PNG: Metadata APIs skip metadata after IDAT
PNG allows for iTXt, tEXt, and zTXt chunks to appear at any point in the file, i.e. before or after IDAT (see here).
Expected
ImageDecoder::iptc_metadata and friends should include all metadata in the file.
Actual behaviour
ImageDecoder::iptc_metadata and friends currently only return metadata that is specified before the first IDAT chunk.
Reproduction steps
Here's a repro PNG and a (currently failing) test: https://github.com/image-rs/image/commit/567abd77b5a942b0a7d501fffbdd06efaef3b2e7. Solving this is not trivial: ImageDecoder currently does not walk past the IDAT chunks until read_image is called. At which point the decoder is consumed and metadata cannot be accessed anymore. 🙃
Going through the entire file before returning metadata fixes this. I've drafted one possible approach here:
- https://github.com/image-rs/image/compare/main...mhils:image:metadata?expand=1
- https://github.com/image-rs/image-png/compare/master...mhils:image-png:metadata?expand=1
This makes things work, but it's not very performant - the current low-level image-png API simply does not mix very well with the high-level metadata accessors in image-png. Do you folks have any thoughts on what's the best way to solve this?
Thank you for your fantastic work on image-png! 🍰 😃
You've pretty much identified the problem in ImageDecoder already. There's going to be a rewrite of the trait in 1.0 to take it into account. For metadata occurring after the initial header we want the decoding to support this sequence (just a sketch for now):
let mut decoder = …
decoder.set_limits(…);
let frame_info = decoder.init()?;
let mut buffer = buffer_from_info(&frame_info);
decoder.read_image(&mut buffer)?;
decoder.iptc_metadata()?; // or other metadata
In 0.25 the ImageDecoder::read_image consumes the decoder so it is no longer possible to read any metadata from it. I think the png API is not at fault here in any way, it roughly reflects how a PNG file is structured which is most important. It should be image that is amenable to using that structure as well.
Added it explicitly to the plan of breaking changes.

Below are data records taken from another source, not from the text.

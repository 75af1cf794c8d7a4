"""Safe YAML reading that remembers where every value came from.

Phantom definitions, geometry profiles and threshold profiles are YAML files written by
hand; when one of their fields is wrong the message must name the file, the line and the
field. :func:`load_yaml` builds plain values whose mappings are :class:`Located` dicts
that know the line of each key, and :class:`Fields` reads them with typed accessors that
raise :class:`~qa.errors.InputError` carrying that location.

Only YAML's safe subset is accepted: a tag such as ``!!python/object`` is refused.
"""

from __future__ import annotations

from pathlib import Path
from typing import Any, Iterable

import yaml

from .errors import InputError


class Located(dict):
    """A dict from YAML that remembers the 1-based line of each key and of itself."""

    line: int = 0
    key_lines: dict

    def line_of(self, key) -> int:
        return self.key_lines.get(key, self.line)


class LocatedList(list):
    line: int = 0
    item_lines: list


class _Loader(yaml.SafeLoader):
    pass


def _construct_mapping(loader: _Loader, node: yaml.MappingNode) -> Located:
    loader.flatten_mapping(node)
    out = Located()
    out.line = node.start_mark.line + 1
    out.key_lines = {}
    for key_node, value_node in node.value:
        key = loader.construct_object(key_node, deep=True)
        if key in out:
            raise InputError(f"key '{key}' appears twice", source=loader.name,
                             line=key_node.start_mark.line + 1, field=str(key))
        out[key] = loader.construct_object(value_node, deep=True)
        out.key_lines[key] = key_node.start_mark.line + 1
    return out


def _construct_sequence(loader: _Loader, node: yaml.SequenceNode) -> LocatedList:
    out = LocatedList(loader.construct_object(child, deep=True) for child in node.value)
    out.line = node.start_mark.line + 1
    out.item_lines = [child.start_mark.line + 1 for child in node.value]
    return out


_Loader.add_constructor(yaml.resolver.BaseResolver.DEFAULT_MAPPING_TAG, _construct_mapping)
_Loader.add_constructor(yaml.resolver.BaseResolver.DEFAULT_SEQUENCE_TAG, _construct_sequence)


def load_yaml(path) -> Located:
    """Read a YAML file whose top level is a mapping.

    Raises
    ------
    InputError
        The file is missing or unreadable, is not valid YAML, uses a tag outside YAML's
        safe subset, or its top level is not a mapping.
    """
    path = Path(path)
    try:
        text = path.read_text(encoding="utf-8")
    except FileNotFoundError:
        raise InputError("file not found", source=str(path)) from None
    except IsADirectoryError:
        raise InputError("expected a YAML file, found a folder", source=str(path)) from None
    except (OSError, UnicodeDecodeError) as exc:
        raise InputError(f"cannot read: {exc}", source=str(path)) from None
    loader = _Loader(text)
    loader.name = str(path)
    try:
        doc = loader.get_single_data()
    except yaml.constructor.ConstructorError as exc:
        mark = exc.problem_mark
        raise InputError(f"YAML tag not allowed here (only plain YAML is read): {exc.problem}",
                         source=str(path), line=mark.line + 1 if mark else None) from None
    except yaml.MarkedYAMLError as exc:
        mark = exc.problem_mark or exc.context_mark
        raise InputError(f"not valid YAML: {exc.problem or exc.context}", source=str(path),
                         line=mark.line + 1 if mark else None) from None
    except yaml.YAMLError as exc:
        raise InputError(f"not valid YAML: {exc}", source=str(path)) from None
    finally:
        loader.dispose()
    if not isinstance(doc, Located):
        raise InputError("expected a mapping of fields at the top level", source=str(path), line=1)
    return doc


_MISSING = object()


class Fields:
    """Typed, located access to one YAML mapping.

    Parameters
    ----------
    mapping : Located
        The mapping read by :func:`load_yaml`.
    source : str
        The file name, for messages.
    prefix : str
        Dotted path of this mapping inside the file (``objects[2]``), for messages.
    """

    def __init__(self, mapping: Any, source: str, prefix: str = ""):
        if not isinstance(mapping, dict):
            raise InputError(f"expected a mapping of fields, got {type(mapping).__name__}",
                             source=source, line=getattr(mapping, "line", None),
                             field=prefix or None)
        self.map = mapping
        self.source = source
        self.prefix = prefix
        self._used: set = set()

    # --- locations ------------------------------------------------------------------
    def name(self, key: str) -> str:
        return f"{self.prefix}.{key}" if self.prefix else key

    def line(self, key: str | None = None) -> int | None:
        if isinstance(self.map, Located):
            return self.map.line_of(key) if key is not None else self.map.line
        return None

    def error(self, key: str | None, message: str) -> InputError:
        return InputError(message, source=self.source, line=self.line(key),
                          field=self.name(key) if key else (self.prefix or None))

    # --- accessors ------------------------------------------------------------------
    def has(self, key: str) -> bool:
        return key in self.map

    def raw(self, key: str, default: Any = _MISSING) -> Any:
        self._used.add(key)
        if key not in self.map:
            if default is _MISSING:
                raise self.error(None, f"missing required field '{self.name(key)}'")
            return default
        return self.map[key]

    def text(self, key: str, default: Any = _MISSING) -> str:
        value = self.raw(key, default)
        if value is default and default is not _MISSING:
            return value
        if not isinstance(value, str) or not value.strip():
            raise self.error(key, f"expected a non-empty text, got {value!r}")
        return value

    def number(self, key: str, default: Any = _MISSING, *, positive: bool = False,
               minimum: float | None = None, maximum: float | None = None) -> float:
        value = self.raw(key, default)
        if value is default and default is not _MISSING:
            return value
        if isinstance(value, bool) or not isinstance(value, (int, float)):
            raise self.error(key, f"expected a number, got {value!r}")
        value = float(value)
        if positive and not value > 0:
            raise self.error(key, f"expected a positive number, got {value:g}")
        if minimum is not None and value < minimum:
            raise self.error(key, f"expected at least {minimum:g}, got {value:g}")
        if maximum is not None and value > maximum:
            raise self.error(key, f"expected at most {maximum:g}, got {value:g}")
        return value

    def integer(self, key: str, default: Any = _MISSING, *, minimum: int | None = None) -> int:
        value = self.raw(key, default)
        if value is default and default is not _MISSING:
            return value
        if isinstance(value, bool) or not isinstance(value, int):
            raise self.error(key, f"expected a whole number, got {value!r}")
        if minimum is not None and value < minimum:
            raise self.error(key, f"expected at least {minimum}, got {value}")
        return int(value)

    def vector(self, key: str, length: int, default: Any = _MISSING, *,
               positive: bool = False) -> tuple[float, ...]:
        value = self.raw(key, default)
        if value is default and default is not _MISSING:
            return value
        if (not isinstance(value, list) or len(value) != length or
                any(isinstance(v, bool) or not isinstance(v, (int, float)) for v in value)):
            raise self.error(key, f"expected a list of {length} numbers, got {value!r}")
        if positive and any(v <= 0 for v in value):
            raise self.error(key, f"expected {length} positive numbers, got {value!r}")
        return tuple(float(v) for v in value)

    def numbers(self, key: str, default: Any = _MISSING) -> tuple[float, ...]:
        value = self.raw(key, default)
        if value is default and default is not _MISSING:
            return value
        if (not isinstance(value, list) or not value or
                any(isinstance(v, bool) or not isinstance(v, (int, float)) for v in value)):
            raise self.error(key, f"expected a non-empty list of numbers, got {value!r}")
        return tuple(float(v) for v in value)

    def choice(self, key: str, options: Iterable[str], default: Any = _MISSING) -> str:
        options = tuple(options)
        value = self.raw(key, default)
        if value is default and default is not _MISSING:
            return value
        if value not in options:
            raise self.error(key, f"expected one of {', '.join(options)}; got {value!r}")
        return value

    def boolean(self, key: str, default: Any = _MISSING) -> bool:
        value = self.raw(key, default)
        if not isinstance(value, bool):
            raise self.error(key, f"expected true or false, got {value!r}")
        return value

    def sub(self, key: str, default: Any = _MISSING) -> "Fields":
        value = self.raw(key, default)
        if value is default and default is not _MISSING:
            return Fields({}, self.source, self.name(key))
        return Fields(value, self.source, self.name(key))

    def items(self, key: str) -> list["Fields"]:
        """The entries of a list of mappings, each as :class:`Fields`."""
        value = self.raw(key)
        if not isinstance(value, list) or not value:
            raise self.error(key, f"expected a non-empty list, got {value!r}")
        return [Fields(v, self.source, f"{self.name(key)}[{i}]") for i, v in enumerate(value)]

    def reject_unknown(self) -> None:
        """Refuse keys that were never read: they are almost always misspellings."""
        for key in self.map:
            if key not in self._used:
                raise self.error(key, f"unknown field '{self.name(key)}'")
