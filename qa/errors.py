"""The few exception classes of Lacuna.

Every error a user can cause (a bad file, a malformed definition, a wrong option) is an
:class:`InputError`; the command line prints its one-line message and exits with code 2.
Messages name the file, the field (and line where known) and what was expected.
"""

from __future__ import annotations


class LacunaError(Exception):
    """Base class of all errors raised on purpose by Lacuna."""


class InputError(LacunaError):
    """Bad input: a file, a field or an option that cannot be used as given.

    Parameters
    ----------
    message : str
        What is wrong and what was expected.
    source : str, optional
        The file (or option) the problem is in.
    line : int, optional
        1-based line in ``source``.
    field : str, optional
        Dotted name of the field inside ``source``.
    """

    def __init__(self, message: str, *, source: str | None = None,
                 line: int | None = None, field: str | None = None):
        self.message = message
        self.source = None if source is None else str(source)
        self.line = line
        self.field = field
        super().__init__(self.one_line())

    def one_line(self) -> str:
        where = []
        if self.source:
            where.append(self.source + (f":{self.line}" if self.line else ""))
        if self.field:
            where.append(f"field '{self.field}'")
        prefix = ", ".join(where)
        return f"{prefix}: {self.message}" if prefix else self.message


class NotMeasurable(LacunaError):
    """A metric cannot be measured on this volume; the message says why.

    Raised inside a metric family and turned into a "not measured" result with the
    message as its note; it never stops the other metrics.
    """
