"""Atomic file writing: a temporary file in the same folder, then a rename into place."""

from __future__ import annotations

import os
import tempfile
from contextlib import contextmanager
from pathlib import Path


@contextmanager
def atomic_path(path):
    """Yield a temporary path beside ``path``; on success it replaces ``path``.

    On any error the temporary file is removed and ``path`` is left as it was, so a
    reader never sees a half-written file.
    """
    path = Path(path)
    path.parent.mkdir(parents=True, exist_ok=True)
    fd, tmp = tempfile.mkstemp(prefix=f".{path.name}.", suffix=".part", dir=path.parent)
    os.close(fd)
    try:
        yield Path(tmp)
        os.replace(tmp, path)
    except BaseException:
        try:
            os.unlink(tmp)
        except FileNotFoundError:
            pass
        raise


def write_bytes_atomic(path, data: bytes) -> Path:
    with atomic_path(path) as tmp:
        tmp.write_bytes(data)
    return Path(path)


def write_text_atomic(path, text: str) -> Path:
    return write_bytes_atomic(path, text.encode("utf-8"))


def sha256_of(path, *, chunk: int = 1 << 20) -> str:
    """SHA-256 of a file, or of a folder's files (sorted by relative path, names included)."""
    import hashlib

    path = Path(path)
    h = hashlib.sha256()
    files = [path] if path.is_file() else sorted(p for p in path.rglob("*") if p.is_file())
    for f in files:
        if f is not path:
            h.update(str(f.relative_to(path)).encode("utf-8") + b"\0")
        with open(f, "rb") as fh:
            for block in iter(lambda: fh.read(chunk), b""):
                h.update(block)
    return h.hexdigest()
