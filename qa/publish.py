"""Writing a judged session out: PDF log, JSON results and the history, all or nothing.

The log and the JSON are rendered in memory and written atomically (the log under the
first free name of :func:`~qa.report.pdf.log_name`, never over an earlier log); the
session is then recorded in the history in one transaction. If recording fails, the two
files just written are removed again, so a failed run leaves neither a log without a
history entry nor a history entry without its log.
"""

from __future__ import annotations

import json
from dataclasses import dataclass
from pathlib import Path

from .fileio import write_bytes_atomic
from .history import History
from .history.records import MeasurementRecord, SessionRecord, acquisition_from, unit_info_from
from .report.jsonout import session_json
from .report.pdf import render_pdf, write_pdf
from .session import SessionResult


@dataclass(frozen=True)
class Published:
    report: Path
    json: Path | None
    session_id: int | None


def session_record(result: SessionResult, report_path: str) -> SessionRecord:
    """The history's record of a judged session."""
    ms = tuple(MeasurementRecord(j.name, j.measurement.value, j.measurement.unit,
                                 j.measurement.uncertainty, j.verdict, j.measurement.note,
                                 j.limit_text) for j in result.judged)
    return SessionRecord(
        unit_id=result.unit_id, acquired=result.meta.get("acquired", result.date),
        analysed=result.analysed, phantom=result.phantom.name, profile=result.profile.name,
        tool_version=result.tool_version, overall=result.overall, measurements=ms,
        unit_info=unit_info_from(result.meta), source=str(result.meta.get("source_file", "")),
        checksum=str(result.meta.get("checksum", "")), report_path=report_path,
        kind=result.kind, acquisition=acquisition_from(result.meta))


def baselines_for(history_path, unit_id: str, phantom: str) -> dict[str, float]:
    """The unit's baseline values in force now (empty when none, or no database yet)."""
    if history_path is None or not Path(history_path).exists():
        return {}
    with History.open(history_path) as h:
        return {k: v.value for k, v in h.baseline(unit_id, phantom).items()}


def history_pages(history_path, result: SessionResult, profile) -> list:
    """Trend pages for the log when the unit already has sessions in the history."""
    if history_path is None or not Path(history_path).exists():
        return []
    with History.open(history_path) as h:
        if not h.sessions(unit_id=result.unit_id, phantom=result.phantom.name):
            return []
    from .report.trends import trend_pages
    return trend_pages(history_path, result.unit_id, result.phantom.name, profile,
                       current=result, charts="headline")


def publish(result: SessionResult, volume, *, out_dir, json_path=None, history_path=None,
            extra_pages=(), json_beside: bool = False) -> Published:
    """Write the log (and JSON) and record the session; see the module's notes.

    With ``json_beside`` (and no ``json_path``) the JSON takes the log's own name with
    ``.json``, so a later log of the same day (``_2``...) gets its own JSON too.
    """
    pdf = render_pdf(result, volume, extra_pages=extra_pages)
    report = write_pdf(result, out_dir, pdf=pdf)
    if json_path is None and json_beside:
        json_path = report.with_suffix(".json")
    written = [report]
    try:
        text = json.dumps(session_json(result, str(report)), indent=2,
                          ensure_ascii=False) + "\n"
        if json_path is not None:
            written.append(write_bytes_atomic(json_path, text.encode("utf-8")))
        session_id = None
        if history_path is not None:
            with History.open(history_path) as h:
                session_id = h.record(session_record(result, str(report)))
    except BaseException:
        for path in written:
            path.unlink(missing_ok=True)
        raise
    return Published(report, None if json_path is None else Path(json_path), session_id)


def assess_file(source, phantom, profile, *, unit: str | None, out_dir, json_path=None,
                history_path=None, date: str | None = None, kind: str = "routine",
                series: str | None = None, travel_axis: str = "rows"):
    """Read one volume file or folder, measure, judge and publish it.

    Returns ``(SessionResult, Published)``. The unit id is ``unit`` or, failing that,
    the serial number or station name in the header; ``series`` picks one series of a
    folder holding several; ``travel_axis`` is where the stored images hold the source
    travel (:func:`qa.io.read_volume`).
    """
    from .fileio import sha256_of
    from .io import read_volume
    from .session import judge_session, safe_unit_id

    source = Path(source)
    volume = read_volume(source, series=series, travel_axis=travel_axis)
    volume = volume.with_meta(source_file=str(volume.meta.get("source_file", source)),
                              checksum=sha256_of(source))
    if unit:
        unit_id = safe_unit_id(unit)
    else:
        found = next((str(volume.meta[k]) for k in ("serial", "station") if volume.meta.get(k)),
                     "unknown-unit")
        unit_id = safe_unit_id(found)
    result = judge_session(volume, phantom, profile, unit_id=unit_id,
                           baselines=baselines_for(history_path, unit_id, phantom.name),
                           date=date, kind=kind)
    published = publish(result, volume, out_dir=out_dir, json_path=json_path,
                        history_path=history_path,
                        extra_pages=history_pages(history_path, result, profile))
    return result, published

Thank you for the super quick feedback! 😃
I also considered the approach you sketched (make read_image not consume self), but I think it maybe makes for a not-so-great API? First, it's not obvious at all that he following code does not return all metadata from the image:
let mut decoder = PngDecoder::new(...)?;
decoder.iptc_metadata()?;
This is a slightly mean footgun because the code returns metadata for some images. That's easy to miss in testing. Second -- probably less severe -- I think it also means that there is no way to access metadata without reading the entire image into a buffer first. Maybe it makes more sense to have some .peek_at_metadata helper in the image-png crate reader that seeks through the file if called before read_image? That will be a bit ugly to implement, but could make for a more intuitive image API.
That being said - you are the API expert here, feel free to disregard that suggestion. :) It's not a dealbreaker.
I think some sort of peek_trailing_metadata on the png crate is probably the least-bad approach. We could call it lazily only if the user asked for metadata we haven't seen yet before the IDATs.
This is actually not far from how the image-webp crate works. But in that case we unconditionally unconditionally scan the full file during initialization to record the positions of metadata chunks, since the WebP format requires certain metadata chunks to be after the image data.